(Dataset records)
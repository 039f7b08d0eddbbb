import 'server-only';
import { randomBytes } from 'node:crypto';
import { and, desc, eq, gt, isNull } from 'drizzle-orm';
import type { Db } from '@/db/client';
import { invitation, organisation, user } from '@/db/schema';
import type { Actor } from '@/lib/auth/actor';
import { getAuth } from '@/lib/auth/auth';
import { assertCan } from '@/lib/auth/session';
import { organisationKindForRole, roleLabels, type Role } from '@/lib/auth/permissions';
import { recordAudit } from '@/lib/audit/record';
import { sha256Hex } from '@/lib/canonical-json';
import { AppError, invalidInput } from '@/lib/errors';
import { acceptInvitationSchema } from '@/lib/auth/schemas';
import { env } from '@/lib/env';
import { formatDateTime } from '@/lib/format/dates';
import { sendInvitationMail } from '@/lib/mail/auth-mails';

const INVITATION_DAYS = 7;

export async function createInvitation(db: Db, actor: Actor, input: { email: string; name: string; role: Role; organisationId: string }) {
  assertCan(actor, 'invitation', 'create');
  const email = input.email.toLowerCase();
  const [org] = await db.select().from(organisation).where(eq(organisation.id, input.organisationId));
  if (!org) throw new AppError('invalid', 'Choose an organisation.', { fieldErrors: { organisationId: ['That organisation does not exist.'] } });
  if (!organisationKindForRole[input.role].includes(org.kind)) {
    throw new AppError('invalid', 'That role does not belong in that organisation.', {
      fieldErrors: { role: [`A ${roleLabels[input.role].toLowerCase()} cannot belong to a ${org.kind} organisation.`] },
    });
  }
  const [existingUser] = await db.select({ id: user.id }).from(user).where(eq(user.email, email));
  if (existingUser) throw new AppError('conflict', 'Someone already has an account with that address.', { fieldErrors: { email: ['This address already has an account.'] } });

  const token = randomBytes(32).toString('base64url');
  const expiresAt = new Date(Date.now() + INVITATION_DAYS * 86_400_000);
  const row = await db.transaction(async (tx) => {
    // A new invitation replaces any earlier open one for the same address.
    await tx.update(invitation).set({ revokedAt: new Date() }).where(and(eq(invitation.email, email), isNull(invitation.acceptedAt), isNull(invitation.revokedAt)));
    const [created] = await tx
      .insert(invitation)
      .values({ email, name: input.name, organisationId: org.id, role: input.role, tokenHash: sha256Hex(token), invitedBy: actor.userId, expiresAt })
      .returning();
    await recordAudit(tx, { actorUserId: actor.userId, actorOrganisationId: actor.organisationId }, {
      action: 'invitation.created',
      objectType: 'invitation',
      objectId: created.id,
      change: { email, role: input.role, organisationId: org.id },
    });
    return created;
  });
  const url = `${env().BETTER_AUTH_URL}/invitation/${token}`;
  const mail = await sendInvitationMail({ to: email, name: input.name, organisationName: org.name, roleLabel: roleLabels[input.role].toLowerCase(), url, expiresAt: formatDateTime(expiresAt) });
  return { invitation: row, mailStatus: mail.status };
}

/** The open invitation a token names, for the acceptance page; null when it is unknown, used, revoked or expired. */
export async function findOpenInvitation(db: Db, token: string) {
  const [row] = await db
    .select({ id: invitation.id, email: invitation.email, name: invitation.name, role: invitation.role, organisationName: organisation.name, expiresAt: invitation.expiresAt })
    .from(invitation)
    .innerJoin(organisation, eq(organisation.id, invitation.organisationId))
    .where(and(eq(invitation.tokenHash, sha256Hex(token)), isNull(invitation.acceptedAt), isNull(invitation.revokedAt), gt(invitation.expiresAt, new Date())));
  return row ?? null;
}

export async function acceptInvitation(db: Db, rawInput: { token: string; name: string; password: string }) {
  // The data layer checks its own input: a caller that skipped the form's validation gets the same refusal.
  const parsed = acceptInvitationSchema.safeParse({ ...rawInput, confirm: rawInput.password });
  if (!parsed.success) throw invalidInput(parsed.error);
  const input = parsed.data;
  // Claim the invitation first, conditionally, so a double submit creates one account at most.
  const [claimed] = await db
    .update(invitation)
    .set({ acceptedAt: new Date() })
    .where(and(eq(invitation.tokenHash, sha256Hex(input.token)), isNull(invitation.acceptedAt), isNull(invitation.revokedAt), gt(invitation.expiresAt, new Date())))
    .returning();
  if (!claimed) throw new AppError('gone', 'This invitation has expired, was revoked or was already used. Ask your administrator for a new one.');
  try {
    await getAuth().api.createUser({
      body: { email: claimed.email, name: input.name, password: input.password, role: claimed.role as Role, data: { organisationId: claimed.organisationId, emailVerified: true } },
    });
  } catch (error) {
    await db.update(invitation).set({ acceptedAt: null }).where(eq(invitation.id, claimed.id));
    throw error;
  }
  const [created] = await db.select({ id: user.id }).from(user).where(eq(user.email, claimed.email));
  await recordAudit(db, { actorUserId: created.id, actorOrganisationId: claimed.organisationId }, {
    action: 'invitation.accepted',
    objectType: 'user',
    objectId: created.id,
    change: { email: claimed.email, role: claimed.role, organisationId: claimed.organisationId },
  });
}

export async function revokeInvitation(db: Db, actor: Actor, invitationId: string) {
  assertCan(actor, 'invitation', 'revoke');
  await db.transaction(async (tx) => {
    const [row] = await tx
      .update(invitation)
      .set({ revokedAt: new Date() })
      .where(and(eq(invitation.id, invitationId), isNull(invitation.acceptedAt), isNull(invitation.revokedAt)))
      .returning();
    if (!row) throw new AppError('conflict', 'That invitation is no longer open.');
    await recordAudit(tx, { actorUserId: actor.userId, actorOrganisationId: actor.organisationId }, { action: 'invitation.revoked', objectType: 'invitation', objectId: row.id, change: { email: row.email } });
  });
}

export async function listInvitations(db: Db, actor: Actor) {
  assertCan(actor, 'invitation', 'create');
  return db
    .select({ id: invitation.id, email: invitation.email, name: invitation.name, role: invitation.role, organisationName: organisation.name, expiresAt: invitation.expiresAt, acceptedAt: invitation.acceptedAt, revokedAt: invitation.revokedAt, createdAt: invitation.createdAt })
    .from(invitation)
    .innerJoin(organisation, eq(organisation.id, invitation.organisationId))
    .orderBy(desc(invitation.createdAt))
    .limit(200);
}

**WHAT YOU HAVE TO DO:**
Among the lines of the data, identify those with the word "belong". Copy each of them.

**SOLUTION TO THE PROBLEM:**
    throw new AppError('invalid', 'That role does not belong in that organisation.', {
      fieldErrors: { role: [`A ${roleLabels[input.role].toLowerCase()} cannot belong to a ${org.kind} organisation.`] },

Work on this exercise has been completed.